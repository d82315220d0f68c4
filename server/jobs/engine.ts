import type { WorkerPool } from '../../workers/node/pool';

/** What the server asks of the worker threads; the jobs know only this. */
export type Engine = Pick<WorkerPool, 'ingestFile' | 'computePlanned' | 'close'>;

=-=-=-=-=

#### Task prompt:
Each line of the listing is to be duplicated exactly as it appears.

#### Answer box:
repository d82315220d0f68c4
filename server/jobs/engine.ts
import type { WorkerPool } from '../../workers/node/pool';

/** What the server asks of the worker threads; the jobs know only this. */
export type Engine = Pick<WorkerPool, 'ingestFile' | 'computePlanned' | 'close'>;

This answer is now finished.